TASK ITEM:
Read through the data and count the lines that contain the string "batchesQuery"; give only the result.

(EXCERPTED RECORDS Opens)

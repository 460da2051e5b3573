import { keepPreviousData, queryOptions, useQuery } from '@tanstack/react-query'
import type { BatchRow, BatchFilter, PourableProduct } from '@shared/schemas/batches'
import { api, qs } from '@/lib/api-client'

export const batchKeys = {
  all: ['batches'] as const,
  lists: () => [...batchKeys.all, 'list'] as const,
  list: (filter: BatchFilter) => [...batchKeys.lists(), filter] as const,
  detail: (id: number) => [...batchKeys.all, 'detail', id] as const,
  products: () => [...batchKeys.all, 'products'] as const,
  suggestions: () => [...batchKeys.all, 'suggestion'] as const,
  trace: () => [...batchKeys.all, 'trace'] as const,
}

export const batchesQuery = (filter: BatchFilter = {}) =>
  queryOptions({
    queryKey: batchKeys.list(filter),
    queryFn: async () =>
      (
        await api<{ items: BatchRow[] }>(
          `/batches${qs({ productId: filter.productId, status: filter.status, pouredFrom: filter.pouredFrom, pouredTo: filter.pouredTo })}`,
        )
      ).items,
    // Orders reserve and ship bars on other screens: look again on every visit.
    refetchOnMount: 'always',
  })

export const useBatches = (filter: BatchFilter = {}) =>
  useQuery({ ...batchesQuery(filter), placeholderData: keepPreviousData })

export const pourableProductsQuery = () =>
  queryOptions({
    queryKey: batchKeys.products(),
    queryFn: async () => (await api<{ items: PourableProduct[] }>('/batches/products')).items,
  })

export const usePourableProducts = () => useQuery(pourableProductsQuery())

(EXCERPTED RECORDS Closes)

RESPONSE TO THIS TASK:
2